Se o Brasil, por exemplo, decidir não trocar suas terras raras por bugigangas, como faziam os índios, que trocavam ouro por espelhinhos de mão, o governo norte-americano pode simplesmente decidir, sem apego a critérios ou apelação, determinar a retirada de um banco brasileiro da rede SWIFT (Society for Worldwide Interbank Financial Telecommunications), o sistema global de mensagens seguras que instrui e coordena instituições financeiras a realizarem pagamentos internacionais, caso ele tenha abrigado dinheiro de alguém que eles avaliam ser ligado ao crime em algum momento.
Resumindo, Flávio e Eduardo Bolsonaro podem ter entregue uma bomba atômica para os Estados Unidos lançar contra a soberania brasileira, uma possibilidade imediatamente assumida pelo presidente Lula.
“Não aceitamos ser tratados como republiquetas”, disse o petista, já dando fluidez ao discurso de soberania, “Não tem vergonha na cara de trair a nossa pátria, de ir nos EUA pedir intervenção americana no Brasil”, reforçou o presidente.
Além disso, em menor importância, o professor Lopes avalia que Lula, mais experiente em debates, pode virar o jogo ao argumentar que a medida revela a incapacidade do adversário de lidar com problemas internos, a ponto de recorrer à ajuda externa.
Sanções financeiras contra aliados
A partir do dia 5 de junho, as facções passarão a ser tratadas por Washington como uma ameaça à segurança dos Estados Unidos, o que abre a possibilidade do mandatário estadunidense determinar intervenções militares em território brasileiro e também impor sanções diversas ao país e instituições que, mesmo sem saber, mantenha alguma relação com essas organizações ou seus membros.
É nesse sentido também, que “o tiro pode sair pela culatra” para Flávio, diz o professor Dawisson.
“Pode-se cogitar que a iniciativa vá alvejar pessoas ligadas à política, além de políticos profissionais, que mantenham interações com o PCC e o CV. Isso já tem vindo à tona nos últimos tempos. Já se sabe de algumas relações envolvendo a turma da Faria Lima, os investidores e os bancos com o crime organizado. Quem propôs essa medida pode estar jogando contra si.”
Essas figuras, que em sua maioria apoiam a pré-candidatura do senador à Presidência, diz o professor, “se forem atingidas podem se voltar contra ele, porque são pessoas com muito dinheiro e influência para mexer nas alavancas do sistema político brasileiro”.
Neste sentido, o próprio Flávio Bolsonaro também pode ser atingido, pois, por exemplo, já fez campanha ao lado de TH Joias (MDB), eleito deputado estadual do Rio de Janeiro, mas preso por tráfico de drogas e participação no CV. O pré-candidato a presidente também tem neste currículo, manifestações ao lado do ex-presidente da Alerj, Rodrigo Bacelar (União Brasil), outro preso por envolvimento com a mesma facção criminosa.
A visão do professor de política internacional da UFMG encontra amparo em investigações conduzidas por autoridades como a Receita Federal, a Polícia Federal e o Ministério Público.

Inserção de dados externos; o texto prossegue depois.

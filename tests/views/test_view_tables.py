"""The table of levels, the bars of weights, the two status lines."""

import dataclasses

import pytest
from hypothesis import given
from hypothesis import strategies as st
from standin import spectrum

from specterm.spectrum.result import Level
from specterm.views.cells import plain, row_width
from specterm.views.element_table import element_text
from specterm.views.level_table import Weighing, aligned, table, text_table
from specterm.views.status import MomentsText, Units, state_line, trust_line
from specterm.views.weight_bars import bar, percent

LEVELS = spectrum(3).levels
PACKET = Weighing("packet", {0: 0.6, 1: 0.3, 2: 1e-7}, {}, 0.9)
UNITS = Units("meV", "nm", "hbar/nm")


def test_table_as_text():
    """The plain table is aligned and leaves out nothing that is known."""
    assert text_table(LEVELS, "meV") == (
        " n value (meV)       kind  nodes parity\n"
        " 0 0.500000000000(4) bound     0 even\n"
        " 1 1.500000000000(4) bound     1 odd\n"
        " 2 2.500000000000(4) bound     2 even"
    )


def test_columns_without_content_are_left_out():
    """Nodes and parity have no column when no level has them; without levels the headings stand alone."""
    levels = [Level(0, 12.5, None, "box"), Level(1, 113.0, 0.5, "unresolved")]
    assert text_table(levels) == " n value    kind\n 0 ~12.5    box\n 1 113.0(5) unresolved"
    assert text_table(()) == " n value kind"


def test_decimal_points_stand_under_each_other():
    """Numbers are shifted so that their points line up."""
    assert aligned(["-1.5(2)", "12.25(1)", "3(1)e-12", "~7"]) == ("-1.5(2)", "12.25(1)", " 3(1)e-12", "~7")


def test_resonances_show_their_width():
    """A resonance carries its width behind its value."""
    assert "width 0.01" in text_table([Level(0, 1.0, 1e-9, "resonance", width=0.01)])


def test_table_with_bars():
    """The bar of a prepared state stands in the level's row, and the captured part over the bars."""
    rows = table(LEVELS, 70, 5, unit="meV", chosen=1, weighing=PACKET)
    lines = plain(rows).split("\n")
    assert "packet 90.00% captured" in lines[0]
    assert lines[2].startswith(">1 1.5")
    assert lines[1].rstrip().endswith("60.00%")
    assert lines[3].rstrip().endswith("<0.01%")
    assert rows[2][0][1] == "chosen"


@given(st.integers(-1, 90), st.integers(-1, 8), st.booleans(), st.integers(0, 3))
def test_table_fills_its_cells(width, height, weighed, first):
    """Whatever the size, the table fills it exactly."""
    rows = table(LEVELS, width, height, unit="meV", chosen=1, first=first, weighing=PACKET if weighed else None)
    assert [row_width(row) for row in rows] == [max(0, width)] * max(0, height)


def test_narrow_tables_cut_with_a_mark():
    """A value without room is cut visibly."""
    assert "…" in plain(table(LEVELS, 12, 3, unit="meV"))


@pytest.mark.parametrize(
    ("weight", "text"),
    [(0.0, "    "), (1.0, "████"), (0.5, "██  "), (0.53125, "██▏ "), (1e-6, ".   "), (2.0, "████"), (float("nan"), "?   ")],
)
def test_bars(weight, text):
    """A bar has eighths of a column, a dot for a trace, a question mark for no number."""
    assert bar(weight, 4) == text


@given(st.floats(), st.integers(-2, 20), st.sampled_from(["braille", "block", "ascii"]))
def test_bars_have_their_width(weight, width, glyphs):
    """Any float makes a bar of the width asked for."""
    assert len(bar(weight, width, glyphs)) == max(0, width)


def test_percentages_show_sure_digits():
    """A weight is shown to the digits its error leaves."""
    assert [percent(0.97313, error) for error in (None, 1e-9, 2e-3, 0.1)] == [" 97.31%", " 97.31%", "    97%", "    97%"]
    assert percent(float("inf")) == "      ?"


def test_state_line_with_moments():
    """The line of the chosen state has value, kind, nodes, parity, expectations and spreads with units; noise around 0 is 0."""
    line = plain([state_line(LEVELS[2], UNITS, 140, moments=MomentsText(1e-17, 1.5811, 0.0, 1.5811))])
    assert line == (
        "level 2  2.500000000000(4) meV  bound  2 nodes  even  <x> 0 spread 1.581 nm  <p> 0 spread 1.581 hbar/nm"
    )


def test_lines_are_cut_with_a_mark():
    """Parts that do not fit leave a mark, at any width."""
    assert plain([state_line(LEVELS[2], UNITS, 40)]) == "level 2  2.500000000000(4) meV  bound …"
    for width in range(60):
        for row in (state_line(LEVELS[2], UNITS, width), trust_line(spectrum(3), UNITS, width), state_line(None, UNITS, width)):
            assert row_width(row) <= width


def test_trust_line():
    """The line of trust says how sure, how many, whether complete, where, how and how long."""
    assert plain([trust_line(spectrum(3), UNITS, 120)]) == (
        "error <= 3e-12 meV  3 levels, complete  x -9..9 nm  113 unknowns  3.1 ms  elements of order 14"
    )


def test_trust_line_warns():
    """Unresolved levels and a count that does not agree are said in the line and by its style."""
    levels = (dataclasses.replace(LEVELS[0], kind="unresolved"), *LEVELS[1:])
    row = trust_line(dataclasses.replace(spectrum(3), levels=levels, complete=False, bound=2), UNITS, 120)
    assert row[0][1] == "warn"
    assert "3 levels, 2 bound, 1 UNRESOLVED, MAY BE INCOMPLETE" in row[0][0]
    assert trust_line(None, UNITS, 80) == (("no spectrum yet", "dim"),)


def test_an_element_without_a_known_error_is_no_zero():
    """What is not known to any digit is shown behind a mark, not as 0; what is below a known error is 0."""
    assert element_text(3.08 + 0j, float("inf")) == "~3.08"
    assert element_text(0.25j, float("nan")) == "~0.25i"
    assert element_text(1e-9 + 0j, 1e-6) == "0"
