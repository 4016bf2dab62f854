"""The door to plotext: clean input, exact size, no surprises."""

import numpy as np
from hypothesis import given, settings
from hypothesis import strategies as st

from specterm.views.cells import plain, row_width
from specterm.views.plot import Curve, Label, chart, clipped, limits, thinned


def test_a_chart_as_text():
    """A straight line in a frame with ticks and names (recomputed here, read by eye)."""
    line = Curve(np.array([0.0, 10.0]), np.array([0.0, 1.0]), "chosen")
    text = plain(chart([line], 24, 7, glyphs="ascii", xlabel="F (kV/cm)", ylabel="E"))
    assert text.split("\n")[0].startswith(" +----")
    assert "*" in text
    assert text.split("\n")[-1].startswith("E")
    assert text.isascii()


def test_styles_come_back():
    """The style of a curve and of a label survives the way through plotext."""
    line = Curve(np.array([0.0, 1.0]), np.array([0.5, 0.5]), "other")
    rows = chart([line], 30, 8, ylim=(0, 1), labels=[Label(0.5, 0.9, "7", "chosen")])
    assert ("7", "chosen") in [run for row in rows for run in row]
    assert "other" in {style for row in rows for _, style in row}


def test_curves_are_cut_at_the_view():
    """A polyline is cut to the rectangle where it leaves it, with a gap between the pieces."""
    x, y = clipped(np.array([0.0, 1.0, 2.0]), np.array([-1.0, 3.0, -1.0]), (0.0, 2.0), (0.0, 1.0))
    np.testing.assert_allclose(x, [0.25, 0.5, np.nan, 1.5, 1.75])
    np.testing.assert_allclose(y, [0.0, 1.0, np.nan, 1.0, 0.0])


def test_thinning_keeps_extremes_and_gaps():
    """Of many points two a column stay, the extreme ones, and gaps stay gaps."""
    x = np.linspace(0, 1, 10_001)
    y = np.sin(40 * x)
    y[5000] = np.nan
    fewer_x, fewer_y = thinned(x, y, (0.0, 1.0), 50)
    assert len(fewer_x) <= 2 * 51 + 1
    assert np.nanmax(fewer_y) == np.nanmax(y)
    assert np.isnan(fewer_y).sum() == 1


def test_limits_never_meet():
    """Limits hold the finite numbers and differ, whatever is given."""
    assert limits([np.array([1.0, np.nan, 3.0, np.inf])]) == (1.0, 3.0)
    assert limits([]) == (0.0, 1.0)
    low, high = limits([np.array([2.0, 2.0])])
    assert low < 2.0 < high


def test_small_sizes_are_blank():
    """A size without room for a chart gives blank rows of that size."""
    curve = [Curve(np.array([0.0, 1.0]), np.array([0.0, 1.0]))]
    assert chart(curve, 5, 2) == ((("     ", "plain"),),) * 2
    assert chart(curve, 0, 0) == ()


_NUMBERS = st.one_of(st.floats(), st.sampled_from([0.0, 1.0, 1e300, -1e300, 1e5]))


@settings(max_examples=60, deadline=None)
@given(st.lists(st.tuples(_NUMBERS, _NUMBERS), max_size=7), st.sampled_from(["braille", "block", "ascii"]))
def test_any_numbers_make_a_chart(points, glyphs):
    """NaN, infinities, 1e300, constants, one point, nothing: a chart of the asked size comes out."""
    x = np.sort(np.array([point[0] for point in points], dtype=float))
    y = np.array([point[1] for point in points], dtype=float)
    rows = chart([Curve(x, y, "chosen")], 30, 8, glyphs=glyphs, ylim=(0.0, 2.0))
    assert [row_width(row) for row in rows] == [30] * 8
    assert [row_width(row) for row in chart([Curve(x, y)], 31, 9, glyphs=glyphs)] == [31] * 9
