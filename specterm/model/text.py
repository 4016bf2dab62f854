"""Terms and words as text, the way a sheet would write them."""

from __future__ import annotations

from collections.abc import Callable, Mapping, Sequence

from specterm.model.scalar import Scalar
from specterm.model.term import UNIT, Term
from specterm.model.walk import leaves_first

LONGEST = 60
_SUM, _PRODUCT, _SIGN, _POWER, _ATOM = range(5)


def show(root: Term, coordinate: str = "x", labels: Mapping[int, str] | None = None) -> str:
    """Return the term as an expression, names of the user's where there are, "..." where it is too long."""
    return _shown(root, coordinate, labels or {})[0]


def show_factor(root: Term, coordinate: str, labels: Mapping[int, str]) -> str:
    """Return the term as a factor of a product, in parentheses where it needs them."""
    return _wrap(_shown(root, coordinate, labels), _SIGN)


def _shown(root: Term, coordinate: str, labels: Mapping[int, str]) -> tuple[str, int]:
    texts: dict[int, tuple[str, int]] = {}
    for term in leaves_first(root):
        named = labels.get(term.digest)
        text, level = (named, _ATOM) if named else _one(term, [texts[a.digest] for a in term.args], coordinate)
        texts[term.digest] = ("...", _ATOM) if len(text) > LONGEST else (text, level)
    return texts[root.digest]


Shown = tuple[str, int]
"""A text and how tightly it binds."""


def _one(term: Term, args: Sequence[Shown], coordinate: str) -> Shown:
    if term.kind == "coordinate":
        return coordinate, _ATOM
    return _RULES.get(term.kind, _call)(term, args)


def _constant(term: Term, _args: Sequence[Shown]) -> Shown:
    return show_number(term.data), _SIGN if str(term.data.value).startswith("-") else _ATOM


def _sum(term: Term, args: Sequence[Shown]) -> Shown:
    parts = [_scaled(c, a, bare=t == UNIT) for c, a, t in zip(term.data, args, term.args, strict=True)]
    return " + ".join(parts).replace("+ -", "- "), _SUM if len(parts) > 1 else _PRODUCT


def _raise(_term: Term, args: Sequence[Shown]) -> Shown:
    return f"{_wrap(args[0], _ATOM)}^{_wrap(args[1], _ATOM)}", _POWER


def _truth(term: Term, args: Sequence[Shown]) -> Shown:
    if len(args) == 1:
        return f"not {_wrap(args[0], _ATOM)}", _SUM
    return f" {term.data} ".join(_wrap(a, _PRODUCT) for a in args), _SUM


def _call(term: Term, args: Sequence[Shown]) -> Shown:
    name = {"real": "re", "imaginary": "im", "where": "where"}.get(term.kind, str(term.data))
    return f"{name}({', '.join(a[0] for a in args)})", _ATOM


_RULES: dict[str, Callable[[Term, Sequence[Shown]], Shown]] = {
    "constant": _constant,
    "sum": _sum,
    "product": lambda _t, args: ("*".join(_wrap(a, _PRODUCT) for a in args), _PRODUCT),
    "quotient": lambda _t, args: (f"{_wrap(args[0], _PRODUCT)}/{_wrap(args[1], _POWER)}", _PRODUCT),
    "power": lambda t, args: (f"{_wrap(args[0], _ATOM)}^{t.data}", _POWER),
    "raise": _raise,
    "compare": _truth,
    "logic": _truth,
    "pieces": lambda t, _args: (t.data.name, _ATOM),
    "spline": lambda t, _args: (t.data.name, _ATOM),
    "edge": lambda t, args: (f"({args[0][0]})" + "'" * t.data, _ATOM),
}


def _wrap(part: tuple[str, int], least: int) -> str:
    return part[0] if part[1] >= least else f"({part[0]})"


def _scaled(coefficient: Scalar, part: tuple[str, int], *, bare: bool) -> str:
    if bare:
        return show_number(coefficient)
    if coefficient.value == 1:
        return _wrap(part, _PRODUCT)
    if coefficient.value == -1:
        return "-" + _wrap(part, _PRODUCT)
    return f"{show_number(coefficient)}*{_wrap(part, _PRODUCT)}"


def show_number(scalar: Scalar) -> str:
    """Return a number with at most 6 digits; imaginary ones with `i`."""
    value = scalar.value
    if not isinstance(value, complex):
        return f"{value:.6g}"
    if value.real:
        return f"({value.real:.6g} + {value.imag:.6g}*i)".replace("+ -", "- ")
    return {1.0: "i", -1.0: "-i"}.get(value.imag, f"{value.imag:.6g}*i")
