"""Charts on our own canvas: exact size, ticks where they belong, no surprises; what they show was read by eye."""

import numpy as np
import pytest
from hypothesis import given, settings
from hypothesis import strategies as st

from specterm.views.cells import plain, row_width
from specterm.views.line_chart import chart
from specterm.views.plot import Curve, Label

_LINE = Curve(np.array([0.0, 10.0]), np.array([0.0, 1.0]), "chosen")


def test_a_chart_as_text():
    """A straight line runs from corner to corner of a frame with ticks, a title and names."""
    text = plain(chart([_LINE], 30, 9, glyphs="ascii", title="rise", xlabel="F (kV/cm)", ylabel="E"))
    assert text.split("\n") == [
        "             rise",
        "   +-------------------------+",
        "1.0+                   ..--''|",
        "   |             ..--''      |",
        "0.5+      ..--'''            |",
        "0.0+..--''                   |",
        "   ++-----------+-----------++",
        "    0           5           10",
        "E           F (kV/cm)",
    ]


def test_ticks_stand_at_their_places():
    """The ends of the axes lie on the first and last column and row, and a tick half way stands in the middle."""
    rows = plain(chart([_LINE], 34, 9, glyphs="braille", xlim=(0, 4), ylim=(0, 2))).split("\n")
    assert rows[1].startswith("2.0┤") or rows[1].startswith("2┤")
    bottom = rows[-2]
    width = len(bottom) - bottom.index("└") - 2
    marks = [place - bottom.index("└") - 1 for place, character in enumerate(bottom) if character == "┬"]
    assert marks[0] == 0
    assert marks[-1] == width - 1


def test_styles_and_labels():
    """Curves keep their styles, labels stand in their own and stay inside."""
    flat = Curve(np.array([0.0, 1.0]), np.array([0.5, 0.5]), "other")
    rows = chart([flat], 30, 8, ylim=(0, 1), labels=[Label(1.0, 0.9, "17", "chosen")])
    assert ("17", "chosen") in [run for row in rows for run in row]
    assert "other" in {style for row in rows for _, style in row}


def test_curves_end_at_the_view():
    """A curve that leaves the view is cut where it leaves it, however far it goes."""
    steep = Curve(np.array([0.0, 1.0, 2.0]), np.array([0.0, 1e9, 0.0]), "chosen")
    rows = plain(chart([steep], 40, 10, glyphs="block", ylim=(0.0, 1.0))).split("\n")[1:-2]
    inner = [row[4:-1] for row in rows]
    assert all(row[:2].strip() and row.rstrip()[-2:].strip() for row in inner)
    assert all(not row[4:-4].strip() for row in inner)


@pytest.mark.parametrize("size", [(12, 5), (13, 5), (20, 6), (40, 7)])
def test_small_charts_keep_their_size(size):
    """Down to the smallest size names and title give way and a row of the curve is left."""
    rows = chart([_LINE], *size, title="a title longer than the chart is wide", xlabel="a name that is long", ylabel="E")
    assert [row_width(row) for row in rows] == [size[0]] * size[1]
    assert "chosen" in {style for row in rows for _, style in row}
    assert chart([_LINE], 11, 5) == ((("           ", "plain"),),) * 5
    assert chart([_LINE], 0, 0) == ()


_NUMBERS = st.one_of(st.floats(), st.sampled_from([0.0, 1.0, 1e300, -1e300, 1e5, 5e-324]))


@settings(max_examples=80, deadline=None)
@given(st.lists(st.tuples(_NUMBERS, _NUMBERS), max_size=7), st.sampled_from(["braille", "block", "ascii"]))
def test_any_numbers_make_a_chart(points, glyphs):
    """NaN, infinities, 1e300, constants, one point, nothing: a chart of the asked size comes out."""
    x = np.sort(np.array([point[0] for point in points], dtype=float))
    y = np.array([point[1] for point in points], dtype=float)
    rows = chart([Curve(x, y, "chosen")], 30, 8, glyphs=glyphs, ylim=(0.0, 2.0), labels=[Label(0.0, 0.0, "0", "other")])
    assert [row_width(row) for row in rows] == [30] * 8
    assert [row_width(row) for row in chart([Curve(x, y)], 31, 9, glyphs=glyphs)] == [31] * 9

Essas três entidades deflagraram no ano passado a operação Carbono Oculto contra um esquema que se valia de fundos de investimentos e empresas financeiras que operam na Faria Lima para gerar, lavar, ocultar e blindar recursos da atuação do PCC no tráfico de drogas e no setor de combustíveis.
Ao todo, a estimativa da PF à época era de que o esquema tenha movimentado pelo menos R$ 52 bilhões entre 2020 e 2024.